Aim of the exercise: Transcribe exactly each line of the entries, from the opening line to the line with "use super::graph::TravelGraph;", with both of those lines included.

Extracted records

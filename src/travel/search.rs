//! Shortest travel costs: Dijkstra's algorithm (Dijkstra 1959) with a binary heap, from
//! spots part-way along edges, one search per origin in parallel (rayon), each stopped at
//! the cost limit or once its `k` nearest destinations are settled; and one multi-source
//! search that labels every node with its nearest site.

use std::cmp::Reverse;
use std::collections::BinaryHeap;

use rayon::prelude::*;

use super::graph::TravelGraph;
use super::snap::Spot;
use crate::cancel::Watch;
use crate::error::{Error, Result};

/// Heap key of a non-negative cost: the bit pattern of a non-negative `f64` orders as the
/// number does, so the heap compares integers. Not for -0.0, whose sign bit sets the top bit
/// (the graph stores every cost of zero as +0.0).
#[inline]
fn key(cost: f64) -> u64 {
    debug_assert!(cost >= 0.0 && cost.is_sign_positive());
    cost.to_bits()
}

#[inline]
fn unkey(bits: u64) -> f64 {
    f64::from_bits(bits)
}

/// Up to two (node, cost) pairs: where travel from or to a spot enters the node graph.
#[derive(Debug, Clone, Copy)]
pub(crate) struct Links {
    pairs: [(u32, f64); 2],
    len: usize,
}

impl Links {
    fn push(&mut self, node: u32, cost: f64) {
        self.pairs[self.len] = (node, cost);
        self.len += 1;
    }
    pub(crate) fn iter(&self) -> impl Iterator<Item = (u32, f64)> + '_ {
        self.pairs[..self.len].iter().copied()
    }
}

impl TravelGraph {
    /// The nodes travel from `spot` reaches first, with the cost of getting there (along
    /// the edge, only in the directions it allows).
    pub(crate) fn leave(&self, spot: Spot) -> Links {
        self.links(spot, true)
    }

    /// The nodes travel to `spot` comes through last, with the cost from there.
    pub(crate) fn arrive(&self, spot: Spot) -> Links {
        self.links(spot, false)
    }

    /// The ends of `spot`'s edge that travel may use, each with the cost of the part of the
    /// edge between it and the spot (the cheapest of the edges drawn along its shape). On the way out (`outward`) the forward direction leads
    /// to the head and the backward one to the tail; on the way in the forward direction
    /// comes from the tail and the backward one from the head. Forward first, then backward.
    fn links(&self, spot: Spot, outward: bool) -> Links {
        let mut out = Links { pairs: [(0, 0.0); 2], len: 0 };
        match spot {
            Spot::Node(u) => out.push(u, 0.0),
            Spot::OnEdge { edge, fraction } => {
                let e = edge as usize;
                // The share of the edge between the spot and its head, and its tail.
                let (to_head, to_tail) = (1.0 - fraction, fraction);
                let (forward_end, forward_share) =
                    if outward { (self.head[e], to_head) } else { (self.tail[e], to_tail) };
                let (backward_end, backward_share) =
                    if outward { (self.tail[e], to_tail) } else { (self.head[e], to_head) };
                // Over every edge drawn along the spot's shape (a spot lies on the shape's
                // representative edge).
                let (forward, backward) = self.along_costs(e);
                if forward.is_finite() {
                    out.push(forward_end, forward_share * forward);
                }
                if backward.is_finite() {
                    out.push(backward_end, backward_share * backward);
                }
            }
        }
        out
    }

    /// The cost of travelling from `from` to `to` along one edge without passing a node,
    /// when both lie on the same edge and its direction allows it.
    pub(crate) fn direct(&self, from: Spot, to: Spot) -> Option<f64> {
        match (from, to) {
            (Spot::OnEdge { edge: a, fraction: s }, Spot::OnEdge { edge: b, fraction: t }) if a == b => {
                let (forward, backward) = self.along_costs(a as usize);
                if t >= s && forward.is_finite() {
                    Some((t - s) * forward)
                } else if t <= s && backward.is_finite() {
                    Some((s - t) * backward)
                } else {
                    None
                }
            }
            _ => None,
        }
    }
}

/// Options of [`travel_costs`].
#[derive(Debug, Clone, Default)]
pub struct CostOptions {
    /// Report only pairs within this cost (and stop each search there).
    pub limit: Option<f64>,
    /// Report only each origin's `k` cheapest destinations (ties: lower destination row).
    pub k: Option<usize>,
    /// Progress (one step per origin) and cancellation: a cancelled run skips the origins
    /// not yet searched, so it stops within one search per worker thread.
    pub watch: Watch,
}

/// Travel costs from origins to destinations, row by row: `columns[offsets[i]..offsets[i+1]]`
/// are the destinations origin `i` reaches (ascending), `costs` their costs. A pair that is
/// absent is unreachable (or beyond the limit, or not among the `k` nearest).
#[derive(Debug, Clone, PartialEq)]
pub struct CostRows {
    /// Row offsets, `origins + 1` entries.
    pub offsets: Vec<usize>,
    /// Destination of every entry.
    pub columns: Vec<u32>,
    /// Cost of every entry.
    pub costs: Vec<f64>,
}

impl CostRows {
    /// The dense `origins × destinations` matrix, `f64::NAN` for an absent pair.
    pub fn dense(&self, destinations: usize) -> Vec<f64> {
        let rows = self.offsets.len() - 1;
        let mut out = vec![f64::NAN; rows * destinations];
        out.par_chunks_mut(destinations.max(1)).enumerate().for_each(|(i, row)| {
            for k in self.offsets[i]..self.offsets[i + 1] {
                row[self.columns[k] as usize] = self.costs[k];
            }
        });
        out
    }
}

/// The destinations, indexed by the nodes travel reaches them through.
struct Targets {
    first: Vec<u32>,
    entries: Vec<(u32, f64)>,
    /// (edge, destination) of destinations part-way along an edge, sorted.
    on_edge: Vec<(u32, u32)>,
}

impl Targets {
    fn new(graph: &TravelGraph, spots: &[Spot]) -> Targets {
        let mut first = vec![0u32; graph.node_count() + 1];
        for s in spots {
            for (u, _) in graph.arrive(*s).iter() {
                first[u as usize + 1] += 1;
            }
        }
        for u in 0..graph.node_count() {
            first[u + 1] += first[u];
        }
        let mut fill = first.clone();
        let mut entries = vec![(0u32, 0.0); first[graph.node_count()] as usize];
        for (d, s) in spots.iter().enumerate() {
            for (u, c) in graph.arrive(*s).iter() {
                entries[fill[u as usize] as usize] = (d as u32, c);
                fill[u as usize] += 1;
            }
        }
        let mut on_edge: Vec<(u32, u32)> = spots
            .iter()
            .enumerate()
            .filter_map(|(d, s)| match s {
                Spot::OnEdge { edge, .. } => Some((*edge, d as u32)),
                Spot::Node(_) => None,
            })
            .collect();
        on_edge.sort_unstable();
        Targets { first, entries, on_edge }
    }

    fn at(&self, u: u32) -> &[(u32, f64)] {
        &self.entries[self.first[u as usize] as usize..self.first[u as usize + 1] as usize]
    }

    fn on(&self, edge: u32) -> &[(u32, u32)] {
        let lo = self.on_edge.partition_point(|&(e, _)| e < edge);
        let hi = self.on_edge.partition_point(|&(e, _)| e <= edge);
        &self.on_edge[lo..hi]
    }
}

/// One thread's reusable search state: labels are reset only where a search touched them.
pub(crate) struct Workspace {
    pub(crate) dist: Vec<f64>,
    touched: Vec<u32>,
    heap: BinaryHeap<Reverse<(u64, u32)>>,
    best: Vec<f64>,
    reached: Vec<u32>,
    settled: Vec<bool>,
    nearest: BinaryHeap<Reverse<(u64, u32)>>,
}

impl Workspace {
    pub(crate) fn new(nodes: usize, destinations: usize) -> Workspace {
        Workspace {
            dist: vec![f64::INFINITY; nodes],
            touched: Vec::new(),
            heap: BinaryHeap::new(),
            best: vec![f64::INFINITY; destinations],
            reached: Vec::new(),
            settled: vec![false; destinations],
            nearest: BinaryHeap::new(),
        }
    }

    fn reset(&mut self) {
        for &u in &self.touched {
            self.dist[u as usize] = f64::INFINITY;
        }
        for &d in &self.reached {
            self.best[d as usize] = f64::INFINITY;
            self.settled[d as usize] = false;
        }
        self.touched.clear();
        self.reached.clear();
        self.heap.clear();
        self.nearest.clear();
    }

    #[inline]
    fn offer(&mut self, d: u32, cost: f64, k_mode: bool) {
        let b = &mut self.best[d as usize];
        if cost < *b {
            if *b == f64::INFINITY {
                self.reached.push(d);
            }
            *b = cost;
            if k_mode {
                self.nearest.push(Reverse((key(cost), d)));
            }
        }
    }

    /// Settle the destinations whose best cost is below `bound` (at most `bound` when
    /// `inclusive`) in (cost, destination) order, up to `k` in all; returns how many are
    /// settled.
    ///
    /// While nodes of cost `bound` remain to be scanned, a destination of cost `bound` is not
    /// yet settled: a lower destination row may still be offered at the same cost (through a
    /// zero-cost arc or an end on that node), and ties go to the lower row. Once the search
    /// is over, every offer is in and `inclusive` settles up to the limit.
    fn settle_up_to(&mut self, bound: f64, inclusive: bool, k: usize, out: &mut Vec<(u32, f64)>) -> usize {
        while out.len() < k {
            let Some(&Reverse((bits, d))) = self.nearest.peek() else { break };
            let c = unkey(bits);
            if c > bound || (c == bound && !inclusive) {
                break;
            }
            self.nearest.pop();
            if self.settled[d as usize] || self.best[d as usize] != c {
                continue; // a stale entry: the destination was improved later
            }
            self.settled[d as usize] = true;
            out.push((d, c));
        }
        out.len()
    }

    /// Dijkstra's label step: node `u` reached at cost `c` within `limit` and below its
    /// current label takes `c` (and a heap entry); a node reached for the first time is
    /// remembered for the next [`Workspace::reset`].
    #[inline]
    fn lower(&mut self, u: u32, c: f64, limit: f64) {
        if c <= limit && c < self.dist[u as usize] {
            if self.dist[u as usize] == f64::INFINITY {
                self.touched.push(u);
            }
            self.dist[u as usize] = c;
            self.heap.push(Reverse((key(c), u)));
        }
    }

    /// Every arc leaving node `u`, settled at cost `d`, offered to its head ([`Workspace::lower`]).
    #[inline]
    fn relax_from(&mut self, graph: &TravelGraph, u: u32, d: f64, limit: f64) {
        for a in graph.first[u as usize] as usize..graph.first[u as usize + 1] as usize {
            self.lower(graph.arc_head[a], d + graph.arc_cost[a], limit);
        }
    }

    /// A search from `spot` up to `limit`, without destinations: afterwards `dist` holds the
    /// cost of every node reached; returns those nodes.
    pub(crate) fn single_source(&mut self, graph: &TravelGraph, spot: Spot, limit: f64) -> Vec<u32> {
        self.reset();
        for (u, c) in graph.leave(spot).iter() {
            self.lower(u, c, limit);
        }
        while let Some(Reverse((bits, u))) = self.heap.pop() {
            let d = unkey(bits);
            if d > self.dist[u as usize] {
                continue;
            }
            self.relax_from(graph, u, d, limit);
        }
        self.touched.clone()
    }

    /// One search from `origin`: the destinations it reaches within `limit` (all, or the
    /// `k` cheapest), sorted by destination.
    fn search(
        &mut self,
        graph: &TravelGraph,
        targets: &Targets,
        spots: &[Spot],
        origin: Spot,
        limit: f64,
        k: Option<usize>,
    ) -> Vec<(u32, f64)> {
        self.reset();
        let k_mode = k.is_some();
        let k = k.unwrap_or(usize::MAX);
        if let Spot::OnEdge { edge, .. } = origin {
            for &(_, d) in targets.on(edge) {
                if let Some(c) = graph.direct(origin, spots[d as usize]) {
                    self.offer(d, c, k_mode);
                }
            }
        }
        for (u, c) in graph.leave(origin).iter() {
            self.lower(u, c, limit);
        }
        let mut chosen = Vec::new();
        while let Some(Reverse((bits, u))) = self.heap.pop() {
            let d = unkey(bits);
            if d > self.dist[u as usize] {
                continue; // stale heap entry
            }
            if k_mode && self.settle_up_to(d, false, k, &mut chosen) >= k {
                break;
            }
            for &(t, extra) in targets.at(u) {
                self.offer(t, d + extra, k_mode);
            }
            self.relax_from(graph, u, d, limit);
        }
        let mut out = if k_mode {
            self.settle_up_to(limit, true, k, &mut chosen);
            chosen
        } else {
            self.reached.iter().map(|&d| (d, self.best[d as usize])).filter(|&(_, c)| c <= limit).collect()
        };
        out.sort_unstable_by_key(|&(d, _)| d);
        out
    }
}
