/// The spherical Delaunay triangulation of longitude/latitude points.
#[derive(Debug, Clone, PartialEq)]
pub struct SphereTriangulation {
    /// Triangles as input rows, counter-clockwise seen from outside the sphere.
    pub triangles: Vec<[usize; 3]>,
    /// `adjacent[t][k]`: the triangle across the edge of `t` opposite its corner `k`
    /// (`None` on the boundary of points within an open hemisphere).
    pub adjacent: Vec<[Option<usize>; 3]>,
    /// Every edge of a triangle once, as `[smaller row, larger row]`.
    pub edges: Vec<[usize; 2]>,
    /// The boundary edges (points within an open hemisphere), as the triangle runs them.
    pub boundary: Vec<[usize; 2]>,
    /// `representative[i]`: the vertex kept for row `i` (`i` itself, or the first row at the
    /// same location, or — for a point so close to another that rounding put it inside the
    /// hull of the rest — the nearest vertex).
    pub representative: Vec<usize>,
    /// Area of every triangle on the WGS84 ellipsoid (geodesic edges), square metres.
    pub area: Vec<f64>,
    /// Hull faces that are not triangles (their plane has the centre on its outer side).
    pub outward_faces: usize,
}

/// A minimum spanning tree of longitude/latitude points for WGS84 geodesic lengths.
#[derive(Debug, Clone, PartialEq)]
pub struct SphereTree {
    /// Edges as `[smaller row, larger row]`, by non-decreasing geodesic length.
    pub edges: Vec<[usize; 2]>,
    /// WGS84 geodesic length of every edge, metres.
    pub length: Vec<f64>,
}

/// The distinct points, their unit vectors and hull.
pub(crate) struct Sphere {
    /// Input row of every distinct point.
    pub rows: Vec<usize>,
    /// Unit vector of every distinct point.
    pub vectors: Vec<Vec3>,
    /// Kept vertex (an input row) for every input row.
    pub representative: Vec<usize>,
    /// The hull over the distinct points (indices into `rows`).
    pub hull: Hull,
}

/// Largest distance of a unit vector from a plane through the centre for the points to
/// count as lying on that great circle (a few hundred rounding errors of a unit vector).
const GREAT_CIRCLE_TOLERANCE: f64 = 1e-13;

/// The unit vector of a point, exact at the poles (where the longitude has no effect).
fn sphere_vector(p: Point) -> Vec3 {
    if p[1].abs() == 90.0 {
        [0.0, 0.0, p[1].signum()]
    } else {
        unit_normal(p)
    }
}

/// The point's location with the longitude reduced and the poles made one point each.
fn location(p: Point) -> (u64, u64) {
    let lon = if p[1].abs() == 90.0 { 0.0 } else { normalised_longitude(p[0]) };
    ((lon + 0.0).to_bits(), (p[1] + 0.0).to_bits())
}

impl Sphere {
    /// The distinct points of `points` and their hull, counting one step of `watch` per
    /// input point (the hull's insertions, then the rest at the end); once `watch` is
    /// cancelled it stops within a block of insertions with [`cancelled`] (the caller drops
    /// that outcome).
    pub(crate) fn build_watched(argument: &'static str, points: &[Point], watch: &Watch) -> Result<Sphere> {
        validate_lonlat(argument, points, 1)?;
        let mut representative: Vec<usize> = (0..points.len()).collect();
        let mut by_place = std::collections::HashMap::with_capacity(points.len());
        let mut by_vector = std::collections::HashMap::with_capacity(points.len());
        let mut rows = Vec::with_capacity(points.len());
        let mut vectors = Vec::with_capacity(points.len());
        for (i, &p) in points.iter().enumerate() {
            let v = sphere_vector(p);
            // The same place written differently (lon ± 360, any lon at a pole), or two
            // places whose unit vectors round to the same one: one vertex.
            let place = *by_place.entry(location(p)).or_insert(i);
            let vector = *by_vector.entry(v.map(|x| (x + 0.0).to_bits())).or_insert(place);
            if place != i || vector != i {
                representative[i] = place.min(vector);
                continue;
            }
            rows.push(i);
            vectors.push(v);
        }
        if rows.len() < 3 {
            return Err(Error::TooFewPoints { argument, needed: 3, got: rows.len(), counted: "distinct points" });
        }
        // Points on one great circle (a meridian, the equator) are rarely exactly co-planar
        // with the centre once rounded to unit vectors; within rounding they span no
        // spherical triangle either.
        if let Some(t) = hull::initial_triangle(&vectors) {
            let [a, b, c] = t.map(|i| vectors[i as usize]);
            let normal = hull::unit(cross(hull::sub(b, a), hull::sub(c, a)));
            if vectors.iter().all(|&v| dot(normal, v).abs() < GREAT_CIRCLE_TOLERANCE) {
                return Err(Error::Degenerate {
                    argument,
                    reason: "all points lie on one great circle, which no spherical triangle spans".into(),
                });
            }
        }
        // A solid hull counted the points it inserted: all but the first simplex's four.
        let (hull, inserted) = match convex_hull(&vectors, watch).ok_or_else(|| cancelled(argument))? {
            Span::Solid(h) => (h, vectors.len() - 4),
            Span::Plane(t) => {
                let [a, b, c] = t.map(|i| vectors[i as usize]);
                if orient(a, b, c, [0.0; 3]) == 0.0 {
                    return Err(Error::Degenerate {
                        argument,
                        reason: "all points lie on one great circle, which no spherical triangle spans".into(),
                    });
                }
                (flat_faces(&vectors, t), 0)
            }
            Span::Line => {
                return Err(Error::Degenerate { argument, reason: "all points lie on one line in space".into() })
            }
        };
        if !hull.interior.is_empty() {
            let mut is_vertex = vec![true; vectors.len()];
            hull.interior.iter().for_each(|&k| is_vertex[k as usize] = false);
            let kept: Vec<(Vec3, usize)> =
                (0..vectors.len()).filter(|&k| is_vertex[k]).map(|k| (vectors[k], rows[k])).collect();
            let tree =
                RTree::bulk_load(kept.iter().map(|&(v, r)| rstar::primitives::GeomWithData::new(v, r)).collect());
            for &k in &hull.interior {
                let nearest = tree.nearest_neighbor(vectors[k as usize]).expect("the hull has vertices");
                representative[rows[k as usize]] = nearest.data;
            }
            let resolved: Vec<usize> = representative.iter().map(|&r| representative[r]).collect();
            representative = resolved;
        }
        watch.advance((points.len() - inserted) as u64);
        Ok(Sphere { rows, vectors, representative, hull })
    }

    /// Whether hull face `f` is a Delaunay triangle (the centre strictly on its inner side).
    pub(crate) fn is_triangle(&self, f: usize) -> bool {
        let [a, b, c] = self.hull.faces[f].map(|k| self.vectors[k as usize]);
        orient(a, b, c, [0.0; 3]) > 0.0
    }

    fn row(&self, k: u32) -> usize {
        self.rows[k as usize]
    }
}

Solution to the exercise:
filename src/travel/search.rs
//! Shortest travel costs: Dijkstra's algorithm (Dijkstra 1959) with a binary heap, from
//! spots part-way along edges, one search per origin in parallel (rayon), each stopped at
//! the cost limit or once its `k` nearest destinations are settled; and one multi-source
//! search that labels every node with its nearest site.

use std::cmp::Reverse;
use std::collections::BinaryHeap;

use rayon::prelude::*;

use super::graph::TravelGraph;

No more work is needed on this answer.